• _WHAT NEEDS TO BE DONE_:
Every record, from the first to the last, is to be printed again exactly.

>>

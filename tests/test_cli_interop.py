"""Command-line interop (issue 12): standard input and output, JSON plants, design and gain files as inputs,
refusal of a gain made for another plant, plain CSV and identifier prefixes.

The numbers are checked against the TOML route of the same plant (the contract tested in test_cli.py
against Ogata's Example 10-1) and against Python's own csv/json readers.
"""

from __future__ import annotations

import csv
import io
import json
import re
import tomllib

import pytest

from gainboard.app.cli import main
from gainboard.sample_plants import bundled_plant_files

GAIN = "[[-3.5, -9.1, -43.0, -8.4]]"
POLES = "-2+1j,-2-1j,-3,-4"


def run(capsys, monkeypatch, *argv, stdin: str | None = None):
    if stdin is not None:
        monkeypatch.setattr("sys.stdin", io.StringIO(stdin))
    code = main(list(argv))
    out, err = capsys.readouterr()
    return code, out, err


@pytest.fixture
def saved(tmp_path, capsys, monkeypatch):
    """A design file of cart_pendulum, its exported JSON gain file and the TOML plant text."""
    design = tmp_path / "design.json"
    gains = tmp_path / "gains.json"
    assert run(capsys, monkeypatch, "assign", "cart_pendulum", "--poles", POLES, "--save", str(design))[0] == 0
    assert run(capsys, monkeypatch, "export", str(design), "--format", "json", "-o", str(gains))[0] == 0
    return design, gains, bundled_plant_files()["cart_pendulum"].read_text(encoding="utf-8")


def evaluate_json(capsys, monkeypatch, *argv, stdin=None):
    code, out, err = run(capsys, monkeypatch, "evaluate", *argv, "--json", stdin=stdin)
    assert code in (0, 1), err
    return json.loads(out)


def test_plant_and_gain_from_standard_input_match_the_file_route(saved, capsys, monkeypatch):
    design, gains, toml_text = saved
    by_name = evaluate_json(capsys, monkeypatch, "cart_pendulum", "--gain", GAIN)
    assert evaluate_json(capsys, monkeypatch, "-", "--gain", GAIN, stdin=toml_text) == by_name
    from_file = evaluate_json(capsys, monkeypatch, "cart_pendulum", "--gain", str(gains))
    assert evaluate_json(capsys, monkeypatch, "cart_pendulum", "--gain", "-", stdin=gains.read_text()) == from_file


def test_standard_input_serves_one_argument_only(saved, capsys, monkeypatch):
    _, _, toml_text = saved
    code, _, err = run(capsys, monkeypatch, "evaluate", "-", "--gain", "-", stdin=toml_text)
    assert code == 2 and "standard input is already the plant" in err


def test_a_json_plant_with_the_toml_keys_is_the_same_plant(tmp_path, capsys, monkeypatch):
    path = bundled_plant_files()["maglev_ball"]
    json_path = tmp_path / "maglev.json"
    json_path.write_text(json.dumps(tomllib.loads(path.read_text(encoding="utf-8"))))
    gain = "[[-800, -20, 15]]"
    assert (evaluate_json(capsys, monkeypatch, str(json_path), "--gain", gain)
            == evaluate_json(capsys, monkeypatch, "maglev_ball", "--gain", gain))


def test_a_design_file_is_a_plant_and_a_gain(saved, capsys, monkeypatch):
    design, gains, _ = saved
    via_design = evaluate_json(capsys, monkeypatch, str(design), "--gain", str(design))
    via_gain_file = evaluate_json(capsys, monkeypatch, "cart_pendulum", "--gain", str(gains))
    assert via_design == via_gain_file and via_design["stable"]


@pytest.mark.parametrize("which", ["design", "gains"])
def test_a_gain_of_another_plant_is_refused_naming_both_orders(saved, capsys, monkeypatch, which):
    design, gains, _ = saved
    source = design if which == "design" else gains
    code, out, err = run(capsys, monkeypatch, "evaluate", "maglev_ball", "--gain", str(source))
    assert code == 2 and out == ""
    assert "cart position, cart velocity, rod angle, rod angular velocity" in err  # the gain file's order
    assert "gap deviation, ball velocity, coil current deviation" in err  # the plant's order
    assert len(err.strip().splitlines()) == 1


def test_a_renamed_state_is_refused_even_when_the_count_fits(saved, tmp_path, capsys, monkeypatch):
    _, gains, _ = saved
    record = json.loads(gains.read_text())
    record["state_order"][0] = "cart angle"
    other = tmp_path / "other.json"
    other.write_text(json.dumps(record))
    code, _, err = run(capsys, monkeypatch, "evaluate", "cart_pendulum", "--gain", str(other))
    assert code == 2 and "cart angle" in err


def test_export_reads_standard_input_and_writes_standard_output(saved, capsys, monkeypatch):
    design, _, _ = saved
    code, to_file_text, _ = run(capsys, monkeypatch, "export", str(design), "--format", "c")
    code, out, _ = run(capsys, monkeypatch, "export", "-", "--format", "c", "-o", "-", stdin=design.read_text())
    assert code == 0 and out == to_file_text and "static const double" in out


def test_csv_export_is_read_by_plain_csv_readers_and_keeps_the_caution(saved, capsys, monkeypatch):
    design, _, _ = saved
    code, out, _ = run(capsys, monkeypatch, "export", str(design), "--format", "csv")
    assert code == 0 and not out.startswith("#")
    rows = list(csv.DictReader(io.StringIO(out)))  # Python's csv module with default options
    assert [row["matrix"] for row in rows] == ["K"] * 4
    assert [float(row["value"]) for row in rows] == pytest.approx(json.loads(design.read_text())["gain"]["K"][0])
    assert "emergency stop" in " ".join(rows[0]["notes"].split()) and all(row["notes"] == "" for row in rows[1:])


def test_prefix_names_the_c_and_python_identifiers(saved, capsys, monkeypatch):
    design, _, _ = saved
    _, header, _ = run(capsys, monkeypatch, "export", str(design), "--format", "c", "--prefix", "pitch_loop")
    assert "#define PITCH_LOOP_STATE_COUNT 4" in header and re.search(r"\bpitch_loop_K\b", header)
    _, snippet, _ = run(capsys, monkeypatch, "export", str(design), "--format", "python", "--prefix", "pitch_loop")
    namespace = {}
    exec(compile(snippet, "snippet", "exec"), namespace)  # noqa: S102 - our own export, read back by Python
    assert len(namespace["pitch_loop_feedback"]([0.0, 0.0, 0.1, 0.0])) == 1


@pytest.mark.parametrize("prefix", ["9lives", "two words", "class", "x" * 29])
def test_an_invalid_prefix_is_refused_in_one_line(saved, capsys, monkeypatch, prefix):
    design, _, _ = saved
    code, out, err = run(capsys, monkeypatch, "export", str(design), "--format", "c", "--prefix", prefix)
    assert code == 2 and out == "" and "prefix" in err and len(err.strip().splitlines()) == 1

<<

• _SOLUTION_:
filename tests/test_cli_interop.py
"""Command-line interop (issue 12): standard input and output, JSON plants, design and gain files as inputs,
refusal of a gain made for another plant, plain CSV and identifier prefixes.

The numbers are checked against the TOML route of the same plant (the contract tested in test_cli.py
against Ogata's Example 10-1) and against Python's own csv/json readers.
"""

from __future__ import annotations

import csv
import io
import json
import re
import tomllib

import pytest

from gainboard.app.cli import main
from gainboard.sample_plants import bundled_plant_files

GAIN = "[[-3.5, -9.1, -43.0, -8.4]]"
POLES = "-2+1j,-2-1j,-3,-4"


def run(capsys, monkeypatch, *argv, stdin: str | None = None):
    if stdin is not None:
        monkeypatch.setattr("sys.stdin", io.StringIO(stdin))
    code = main(list(argv))
    out, err = capsys.readouterr()
    return code, out, err


@pytest.fixture
def saved(tmp_path, capsys, monkeypatch):
    """A design file of cart_pendulum, its exported JSON gain file and the TOML plant text."""
    design = tmp_path / "design.json"
    gains = tmp_path / "gains.json"
    assert run(capsys, monkeypatch, "assign", "cart_pendulum", "--poles", POLES, "--save", str(design))[0] == 0
    assert run(capsys, monkeypatch, "export", str(design), "--format", "json", "-o", str(gains))[0] == 0
    return design, gains, bundled_plant_files()["cart_pendulum"].read_text(encoding="utf-8")


def evaluate_json(capsys, monkeypatch, *argv, stdin=None):
    code, out, err = run(capsys, monkeypatch, "evaluate", *argv, "--json", stdin=stdin)
    assert code in (0, 1), err
    return json.loads(out)


def test_plant_and_gain_from_standard_input_match_the_file_route(saved, capsys, monkeypatch):
    design, gains, toml_text = saved
    by_name = evaluate_json(capsys, monkeypatch, "cart_pendulum", "--gain", GAIN)
    assert evaluate_json(capsys, monkeypatch, "-", "--gain", GAIN, stdin=toml_text) == by_name
    from_file = evaluate_json(capsys, monkeypatch, "cart_pendulum", "--gain", str(gains))
    assert evaluate_json(capsys, monkeypatch, "cart_pendulum", "--gain", "-", stdin=gains.read_text()) == from_file


def test_standard_input_serves_one_argument_only(saved, capsys, monkeypatch):
    _, _, toml_text = saved
    code, _, err = run(capsys, monkeypatch, "evaluate", "-", "--gain", "-", stdin=toml_text)
    assert code == 2 and "standard input is already the plant" in err


def test_a_json_plant_with_the_toml_keys_is_the_same_plant(tmp_path, capsys, monkeypatch):
    path = bundled_plant_files()["maglev_ball"]
    json_path = tmp_path / "maglev.json"
    json_path.write_text(json.dumps(tomllib.loads(path.read_text(encoding="utf-8"))))
    gain = "[[-800, -20, 15]]"
    assert (evaluate_json(capsys, monkeypatch, str(json_path), "--gain", gain)
            == evaluate_json(capsys, monkeypatch, "maglev_ball", "--gain", gain))


def test_a_design_file_is_a_plant_and_a_gain(saved, capsys, monkeypatch):
    design, gains, _ = saved
    via_design = evaluate_json(capsys, monkeypatch, str(design), "--gain", str(design))
    via_gain_file = evaluate_json(capsys, monkeypatch, "cart_pendulum", "--gain", str(gains))
    assert via_design == via_gain_file and via_design["stable"]


@pytest.mark.parametrize("which", ["design", "gains"])
def test_a_gain_of_another_plant_is_refused_naming_both_orders(saved, capsys, monkeypatch, which):
    design, gains, _ = saved
    source = design if which == "design" else gains
    code, out, err = run(capsys, monkeypatch, "evaluate", "maglev_ball", "--gain", str(source))
    assert code == 2 and out == ""
    assert "cart position, cart velocity, rod angle, rod angular velocity" in err  # the gain file's order
    assert "gap deviation, ball velocity, coil current deviation" in err  # the plant's order
    assert len(err.strip().splitlines()) == 1


def test_a_renamed_state_is_refused_even_when_the_count_fits(saved, tmp_path, capsys, monkeypatch):
    _, gains, _ = saved
    record = json.loads(gains.read_text())
    record["state_order"][0] = "cart angle"
    other = tmp_path / "other.json"
    other.write_text(json.dumps(record))
    code, _, err = run(capsys, monkeypatch, "evaluate", "cart_pendulum", "--gain", str(other))
    assert code == 2 and "cart angle" in err


def test_export_reads_standard_input_and_writes_standard_output(saved, capsys, monkeypatch):
    design, _, _ = saved
    code, to_file_text, _ = run(capsys, monkeypatch, "export", str(design), "--format", "c")
    code, out, _ = run(capsys, monkeypatch, "export", "-", "--format", "c", "-o", "-", stdin=design.read_text())
    assert code == 0 and out == to_file_text and "static const double" in out


def test_csv_export_is_read_by_plain_csv_readers_and_keeps_the_caution(saved, capsys, monkeypatch):
    design, _, _ = saved
    code, out, _ = run(capsys, monkeypatch, "export", str(design), "--format", "csv")
    assert code == 0 and not out.startswith("#")
    rows = list(csv.DictReader(io.StringIO(out)))  # Python's csv module with default options
    assert [row["matrix"] for row in rows] == ["K"] * 4
    assert [float(row["value"]) for row in rows] == pytest.approx(json.loads(design.read_text())["gain"]["K"][0])
    assert "emergency stop" in " ".join(rows[0]["notes"].split()) and all(row["notes"] == "" for row in rows[1:])


def test_prefix_names_the_c_and_python_identifiers(saved, capsys, monkeypatch):
    design, _, _ = saved
    _, header, _ = run(capsys, monkeypatch, "export", str(design), "--format", "c", "--prefix", "pitch_loop")
    assert "#define PITCH_LOOP_STATE_COUNT 4" in header and re.search(r"\bpitch_loop_K\b", header)
    _, snippet, _ = run(capsys, monkeypatch, "export", str(design), "--format", "python", "--prefix", "pitch_loop")
    namespace = {}
    exec(compile(snippet, "snippet", "exec"), namespace)  # noqa: S102 - our own export, read back by Python
    assert len(namespace["pitch_loop_feedback"]([0.0, 0.0, 0.1, 0.0])) == 1


@pytest.mark.parametrize("prefix", ["9lives", "two words", "class", "x" * 29])
def test_an_invalid_prefix_is_refused_in_one_line(saved, capsys, monkeypatch, prefix):
    design, _, _ = saved
    code, out, err = run(capsys, monkeypatch, "export", str(design), "--format", "c", "--prefix", prefix)
    assert code == 2 and out == "" and "prefix" in err and len(err.strip().splitlines()) == 1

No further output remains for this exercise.